◆ **Task goal**
Among the entries that follow, the required portion opens with the line containing "for (double res : r.profileResidualK())" and closes with the line containing "JsonNode curve = new". Give that portion again exactly, and nothing else.

◆ **Input for this task**
▶

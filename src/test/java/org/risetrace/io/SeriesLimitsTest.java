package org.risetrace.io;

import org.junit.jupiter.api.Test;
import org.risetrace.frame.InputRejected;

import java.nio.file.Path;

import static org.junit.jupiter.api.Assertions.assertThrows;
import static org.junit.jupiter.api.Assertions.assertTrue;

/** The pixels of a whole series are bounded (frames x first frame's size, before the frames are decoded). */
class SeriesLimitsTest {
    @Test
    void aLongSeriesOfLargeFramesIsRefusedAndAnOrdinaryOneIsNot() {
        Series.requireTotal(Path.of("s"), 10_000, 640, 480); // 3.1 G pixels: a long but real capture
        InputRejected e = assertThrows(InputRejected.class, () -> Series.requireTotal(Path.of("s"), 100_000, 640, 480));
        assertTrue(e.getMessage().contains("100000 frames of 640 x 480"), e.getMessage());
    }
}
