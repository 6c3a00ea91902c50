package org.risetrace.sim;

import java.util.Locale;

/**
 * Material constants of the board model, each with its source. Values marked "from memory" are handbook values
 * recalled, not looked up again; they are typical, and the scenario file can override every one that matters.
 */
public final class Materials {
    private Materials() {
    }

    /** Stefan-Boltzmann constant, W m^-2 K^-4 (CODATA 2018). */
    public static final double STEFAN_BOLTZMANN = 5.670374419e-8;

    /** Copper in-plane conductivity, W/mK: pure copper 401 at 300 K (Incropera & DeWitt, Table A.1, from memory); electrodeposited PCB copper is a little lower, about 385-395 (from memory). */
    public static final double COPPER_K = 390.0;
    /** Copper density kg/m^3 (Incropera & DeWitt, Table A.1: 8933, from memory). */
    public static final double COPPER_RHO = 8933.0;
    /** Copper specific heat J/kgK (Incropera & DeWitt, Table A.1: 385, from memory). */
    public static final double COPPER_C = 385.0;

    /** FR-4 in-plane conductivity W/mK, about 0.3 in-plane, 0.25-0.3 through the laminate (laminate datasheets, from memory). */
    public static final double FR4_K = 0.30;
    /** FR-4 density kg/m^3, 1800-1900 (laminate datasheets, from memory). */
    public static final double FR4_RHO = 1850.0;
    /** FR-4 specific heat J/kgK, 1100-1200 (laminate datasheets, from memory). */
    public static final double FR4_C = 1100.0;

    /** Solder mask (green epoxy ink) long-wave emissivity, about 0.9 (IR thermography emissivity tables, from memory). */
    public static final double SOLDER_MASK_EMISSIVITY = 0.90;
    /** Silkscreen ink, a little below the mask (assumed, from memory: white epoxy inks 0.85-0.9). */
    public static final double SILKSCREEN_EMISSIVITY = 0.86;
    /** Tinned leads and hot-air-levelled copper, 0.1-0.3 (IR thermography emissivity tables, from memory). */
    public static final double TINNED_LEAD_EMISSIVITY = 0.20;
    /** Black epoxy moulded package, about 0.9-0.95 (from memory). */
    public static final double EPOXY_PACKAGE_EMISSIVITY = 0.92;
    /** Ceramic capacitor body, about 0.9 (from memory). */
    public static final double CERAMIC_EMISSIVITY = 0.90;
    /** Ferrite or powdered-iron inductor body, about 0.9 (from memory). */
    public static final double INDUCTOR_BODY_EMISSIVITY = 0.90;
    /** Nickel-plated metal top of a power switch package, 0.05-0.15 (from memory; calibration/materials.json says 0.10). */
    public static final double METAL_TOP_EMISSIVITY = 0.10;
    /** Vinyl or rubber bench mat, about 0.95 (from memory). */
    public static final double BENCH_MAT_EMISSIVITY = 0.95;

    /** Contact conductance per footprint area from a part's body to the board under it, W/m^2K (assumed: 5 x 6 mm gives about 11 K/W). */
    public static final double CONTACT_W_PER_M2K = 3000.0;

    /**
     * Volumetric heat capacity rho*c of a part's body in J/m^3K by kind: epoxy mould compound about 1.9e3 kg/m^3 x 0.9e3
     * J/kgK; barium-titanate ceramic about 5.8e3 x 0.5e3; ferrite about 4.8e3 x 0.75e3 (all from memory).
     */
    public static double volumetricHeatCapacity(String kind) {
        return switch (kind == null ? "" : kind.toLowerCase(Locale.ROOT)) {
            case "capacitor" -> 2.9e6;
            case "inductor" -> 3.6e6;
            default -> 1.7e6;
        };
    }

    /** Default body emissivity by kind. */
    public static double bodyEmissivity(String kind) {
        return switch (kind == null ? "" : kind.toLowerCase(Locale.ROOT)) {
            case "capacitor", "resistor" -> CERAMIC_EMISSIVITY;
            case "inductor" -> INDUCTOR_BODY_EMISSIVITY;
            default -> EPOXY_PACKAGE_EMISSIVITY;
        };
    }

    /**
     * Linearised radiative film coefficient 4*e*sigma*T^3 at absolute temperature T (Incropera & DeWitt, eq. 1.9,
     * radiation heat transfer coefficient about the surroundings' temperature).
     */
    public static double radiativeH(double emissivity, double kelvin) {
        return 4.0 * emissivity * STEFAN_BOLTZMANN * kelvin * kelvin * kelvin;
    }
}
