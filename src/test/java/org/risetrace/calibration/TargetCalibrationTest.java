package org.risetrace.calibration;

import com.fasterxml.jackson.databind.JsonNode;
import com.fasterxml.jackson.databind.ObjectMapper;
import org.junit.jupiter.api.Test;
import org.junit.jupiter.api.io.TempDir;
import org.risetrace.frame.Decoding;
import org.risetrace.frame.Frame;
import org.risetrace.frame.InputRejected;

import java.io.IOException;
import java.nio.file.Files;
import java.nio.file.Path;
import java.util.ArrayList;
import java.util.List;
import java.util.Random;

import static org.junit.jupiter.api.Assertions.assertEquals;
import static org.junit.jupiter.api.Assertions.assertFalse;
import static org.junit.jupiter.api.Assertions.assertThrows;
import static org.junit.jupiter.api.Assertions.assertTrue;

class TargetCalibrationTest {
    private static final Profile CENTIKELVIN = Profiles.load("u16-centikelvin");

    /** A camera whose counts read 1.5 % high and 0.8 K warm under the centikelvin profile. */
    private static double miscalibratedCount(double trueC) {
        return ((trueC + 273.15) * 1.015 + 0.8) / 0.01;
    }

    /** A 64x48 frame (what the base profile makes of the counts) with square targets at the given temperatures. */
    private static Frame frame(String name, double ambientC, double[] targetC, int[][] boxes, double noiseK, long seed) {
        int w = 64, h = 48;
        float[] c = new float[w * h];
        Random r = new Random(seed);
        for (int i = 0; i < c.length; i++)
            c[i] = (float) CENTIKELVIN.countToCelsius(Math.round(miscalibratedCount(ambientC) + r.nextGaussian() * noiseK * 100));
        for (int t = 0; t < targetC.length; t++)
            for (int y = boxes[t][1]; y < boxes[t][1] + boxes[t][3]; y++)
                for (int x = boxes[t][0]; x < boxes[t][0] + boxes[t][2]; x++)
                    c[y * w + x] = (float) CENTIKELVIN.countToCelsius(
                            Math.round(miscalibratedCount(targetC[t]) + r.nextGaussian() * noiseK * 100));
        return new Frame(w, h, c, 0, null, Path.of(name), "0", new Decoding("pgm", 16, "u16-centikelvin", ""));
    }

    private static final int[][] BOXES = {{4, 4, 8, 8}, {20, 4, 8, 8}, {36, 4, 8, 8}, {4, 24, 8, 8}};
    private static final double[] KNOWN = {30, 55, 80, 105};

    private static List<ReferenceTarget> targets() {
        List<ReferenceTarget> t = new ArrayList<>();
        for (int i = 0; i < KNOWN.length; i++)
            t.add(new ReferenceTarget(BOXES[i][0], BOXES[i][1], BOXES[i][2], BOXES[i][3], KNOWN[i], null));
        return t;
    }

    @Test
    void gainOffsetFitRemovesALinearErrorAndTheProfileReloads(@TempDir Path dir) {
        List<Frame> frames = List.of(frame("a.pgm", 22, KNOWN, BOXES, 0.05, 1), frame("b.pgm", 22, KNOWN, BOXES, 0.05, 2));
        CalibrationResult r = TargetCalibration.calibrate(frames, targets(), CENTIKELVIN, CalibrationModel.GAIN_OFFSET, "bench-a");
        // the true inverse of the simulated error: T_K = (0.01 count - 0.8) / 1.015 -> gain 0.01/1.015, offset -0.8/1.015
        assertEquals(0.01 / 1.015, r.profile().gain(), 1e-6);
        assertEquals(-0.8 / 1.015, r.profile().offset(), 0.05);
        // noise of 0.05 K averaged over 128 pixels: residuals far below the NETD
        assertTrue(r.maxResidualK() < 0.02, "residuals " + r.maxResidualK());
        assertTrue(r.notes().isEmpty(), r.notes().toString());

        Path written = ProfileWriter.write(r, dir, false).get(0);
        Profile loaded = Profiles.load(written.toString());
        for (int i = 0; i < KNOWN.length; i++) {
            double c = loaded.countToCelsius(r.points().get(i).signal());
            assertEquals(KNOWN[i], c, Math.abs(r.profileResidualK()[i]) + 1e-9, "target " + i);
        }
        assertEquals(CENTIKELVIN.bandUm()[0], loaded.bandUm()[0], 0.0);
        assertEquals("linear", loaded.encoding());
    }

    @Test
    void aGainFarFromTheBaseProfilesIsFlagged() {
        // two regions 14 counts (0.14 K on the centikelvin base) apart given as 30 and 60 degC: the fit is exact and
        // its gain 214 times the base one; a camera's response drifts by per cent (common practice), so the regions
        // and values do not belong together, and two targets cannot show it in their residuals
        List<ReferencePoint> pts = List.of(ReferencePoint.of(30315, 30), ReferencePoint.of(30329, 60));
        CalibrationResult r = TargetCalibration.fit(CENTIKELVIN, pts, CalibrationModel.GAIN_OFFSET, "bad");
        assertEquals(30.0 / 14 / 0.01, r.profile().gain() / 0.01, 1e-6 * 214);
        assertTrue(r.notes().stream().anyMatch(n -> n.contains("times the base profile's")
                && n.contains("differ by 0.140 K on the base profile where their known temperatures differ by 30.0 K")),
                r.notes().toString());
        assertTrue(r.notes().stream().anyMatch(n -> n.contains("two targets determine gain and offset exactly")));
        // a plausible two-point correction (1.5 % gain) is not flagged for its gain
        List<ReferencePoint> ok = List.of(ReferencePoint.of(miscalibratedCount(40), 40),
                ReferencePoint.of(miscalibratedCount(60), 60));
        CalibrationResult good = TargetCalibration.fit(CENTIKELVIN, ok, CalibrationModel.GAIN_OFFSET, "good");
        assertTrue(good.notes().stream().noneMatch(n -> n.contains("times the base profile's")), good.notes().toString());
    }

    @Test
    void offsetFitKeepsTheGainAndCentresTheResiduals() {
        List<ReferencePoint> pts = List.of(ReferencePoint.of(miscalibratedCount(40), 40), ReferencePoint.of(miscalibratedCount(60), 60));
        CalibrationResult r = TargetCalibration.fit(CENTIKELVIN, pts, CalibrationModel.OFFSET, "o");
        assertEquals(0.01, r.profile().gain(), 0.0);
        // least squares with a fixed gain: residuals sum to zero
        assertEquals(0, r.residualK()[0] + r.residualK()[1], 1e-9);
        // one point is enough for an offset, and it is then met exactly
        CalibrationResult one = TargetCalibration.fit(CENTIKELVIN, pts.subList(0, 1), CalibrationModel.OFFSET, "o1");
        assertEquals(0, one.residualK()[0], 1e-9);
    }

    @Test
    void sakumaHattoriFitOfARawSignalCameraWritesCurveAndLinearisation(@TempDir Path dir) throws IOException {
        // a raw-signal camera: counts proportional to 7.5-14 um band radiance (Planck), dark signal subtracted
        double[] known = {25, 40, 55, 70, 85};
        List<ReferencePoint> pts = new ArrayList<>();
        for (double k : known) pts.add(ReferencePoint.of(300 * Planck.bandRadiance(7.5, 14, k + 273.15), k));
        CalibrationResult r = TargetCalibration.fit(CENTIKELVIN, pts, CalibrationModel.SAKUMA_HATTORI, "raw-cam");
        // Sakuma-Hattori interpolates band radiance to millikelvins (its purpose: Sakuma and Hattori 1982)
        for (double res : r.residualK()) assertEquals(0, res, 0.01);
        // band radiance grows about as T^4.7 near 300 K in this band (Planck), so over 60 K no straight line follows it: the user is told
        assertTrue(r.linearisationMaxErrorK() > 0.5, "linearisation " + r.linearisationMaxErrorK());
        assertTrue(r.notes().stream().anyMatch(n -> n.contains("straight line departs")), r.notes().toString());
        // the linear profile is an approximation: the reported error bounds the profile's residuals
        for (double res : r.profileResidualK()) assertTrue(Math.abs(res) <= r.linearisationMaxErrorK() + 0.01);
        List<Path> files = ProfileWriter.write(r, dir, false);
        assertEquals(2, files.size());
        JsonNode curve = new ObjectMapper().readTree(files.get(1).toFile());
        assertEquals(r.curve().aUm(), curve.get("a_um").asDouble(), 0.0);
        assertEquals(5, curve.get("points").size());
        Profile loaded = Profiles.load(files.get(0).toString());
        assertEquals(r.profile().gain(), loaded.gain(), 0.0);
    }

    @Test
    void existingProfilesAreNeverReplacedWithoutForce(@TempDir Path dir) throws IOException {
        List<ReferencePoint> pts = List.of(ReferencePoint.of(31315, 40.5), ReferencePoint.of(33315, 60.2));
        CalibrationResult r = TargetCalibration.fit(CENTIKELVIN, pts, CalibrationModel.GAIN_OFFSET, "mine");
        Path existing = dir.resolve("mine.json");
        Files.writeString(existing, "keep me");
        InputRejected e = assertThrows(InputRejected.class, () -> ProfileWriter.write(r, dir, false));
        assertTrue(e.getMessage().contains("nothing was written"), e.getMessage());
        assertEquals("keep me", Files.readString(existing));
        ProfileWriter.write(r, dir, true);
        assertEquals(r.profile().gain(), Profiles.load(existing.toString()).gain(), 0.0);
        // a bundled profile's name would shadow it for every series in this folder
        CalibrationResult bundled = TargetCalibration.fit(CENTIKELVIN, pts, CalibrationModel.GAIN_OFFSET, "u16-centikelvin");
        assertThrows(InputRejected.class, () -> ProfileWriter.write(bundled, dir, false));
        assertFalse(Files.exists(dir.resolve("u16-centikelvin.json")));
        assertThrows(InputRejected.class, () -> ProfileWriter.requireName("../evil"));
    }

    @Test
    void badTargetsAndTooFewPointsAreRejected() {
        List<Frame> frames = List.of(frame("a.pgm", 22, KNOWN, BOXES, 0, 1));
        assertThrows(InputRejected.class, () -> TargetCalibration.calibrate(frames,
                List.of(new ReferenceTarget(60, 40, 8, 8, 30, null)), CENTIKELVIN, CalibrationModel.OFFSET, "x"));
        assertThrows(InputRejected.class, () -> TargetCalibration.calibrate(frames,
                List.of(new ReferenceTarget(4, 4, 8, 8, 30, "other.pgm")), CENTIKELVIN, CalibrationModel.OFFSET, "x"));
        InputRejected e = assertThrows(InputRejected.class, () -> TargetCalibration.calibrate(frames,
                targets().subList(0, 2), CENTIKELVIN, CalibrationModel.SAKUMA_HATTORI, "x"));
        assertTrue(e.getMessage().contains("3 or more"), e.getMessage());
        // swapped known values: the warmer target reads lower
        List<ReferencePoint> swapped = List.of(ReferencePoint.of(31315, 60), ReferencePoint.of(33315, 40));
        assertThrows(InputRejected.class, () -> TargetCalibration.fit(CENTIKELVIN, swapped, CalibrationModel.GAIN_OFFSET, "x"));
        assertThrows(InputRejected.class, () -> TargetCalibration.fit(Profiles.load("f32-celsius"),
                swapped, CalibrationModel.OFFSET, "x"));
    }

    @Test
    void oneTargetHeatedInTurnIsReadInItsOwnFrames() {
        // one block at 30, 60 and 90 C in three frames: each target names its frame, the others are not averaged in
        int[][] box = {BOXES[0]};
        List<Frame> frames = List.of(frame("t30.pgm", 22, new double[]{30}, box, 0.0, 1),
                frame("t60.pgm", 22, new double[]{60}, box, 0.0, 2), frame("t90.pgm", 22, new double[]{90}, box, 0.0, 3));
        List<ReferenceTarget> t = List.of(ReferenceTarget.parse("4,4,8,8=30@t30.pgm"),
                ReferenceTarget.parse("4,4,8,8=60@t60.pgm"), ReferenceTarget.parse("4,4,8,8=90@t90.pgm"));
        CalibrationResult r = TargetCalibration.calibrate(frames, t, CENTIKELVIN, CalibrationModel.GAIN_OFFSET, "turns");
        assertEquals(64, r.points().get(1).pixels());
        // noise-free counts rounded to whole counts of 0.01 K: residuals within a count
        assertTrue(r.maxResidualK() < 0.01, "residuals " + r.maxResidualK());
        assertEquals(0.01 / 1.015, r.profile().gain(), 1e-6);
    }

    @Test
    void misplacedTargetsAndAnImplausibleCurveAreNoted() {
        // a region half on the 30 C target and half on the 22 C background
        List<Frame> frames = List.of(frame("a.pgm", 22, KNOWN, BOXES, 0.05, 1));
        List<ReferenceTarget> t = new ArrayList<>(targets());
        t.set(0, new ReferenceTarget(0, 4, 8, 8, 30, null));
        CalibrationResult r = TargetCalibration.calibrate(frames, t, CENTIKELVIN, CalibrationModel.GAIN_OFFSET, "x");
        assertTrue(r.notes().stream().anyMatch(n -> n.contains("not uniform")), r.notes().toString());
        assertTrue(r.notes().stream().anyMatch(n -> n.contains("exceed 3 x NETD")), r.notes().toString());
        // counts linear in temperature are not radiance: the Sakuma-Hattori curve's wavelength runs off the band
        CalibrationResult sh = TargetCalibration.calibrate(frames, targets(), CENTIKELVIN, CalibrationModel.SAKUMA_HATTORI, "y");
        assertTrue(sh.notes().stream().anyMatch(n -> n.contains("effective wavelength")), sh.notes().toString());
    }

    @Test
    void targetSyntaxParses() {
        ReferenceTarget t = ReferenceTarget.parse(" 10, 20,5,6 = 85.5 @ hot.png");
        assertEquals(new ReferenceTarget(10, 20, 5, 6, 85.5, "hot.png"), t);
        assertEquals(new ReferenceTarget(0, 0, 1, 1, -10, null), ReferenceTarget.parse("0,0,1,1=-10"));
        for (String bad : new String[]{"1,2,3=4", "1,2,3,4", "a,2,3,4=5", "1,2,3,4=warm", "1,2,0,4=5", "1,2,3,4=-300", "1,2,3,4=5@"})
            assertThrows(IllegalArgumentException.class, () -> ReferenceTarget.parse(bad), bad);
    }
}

◀

◆ **Exercise solution**
        for (double res : r.profileResidualK()) assertTrue(Math.abs(res) <= r.linearisationMaxErrorK() + 0.01);
        List<Path> files = ProfileWriter.write(r, dir, false);
        assertEquals(2, files.size());
        JsonNode curve = new ObjectMapper().readTree(files.get(1).toFile());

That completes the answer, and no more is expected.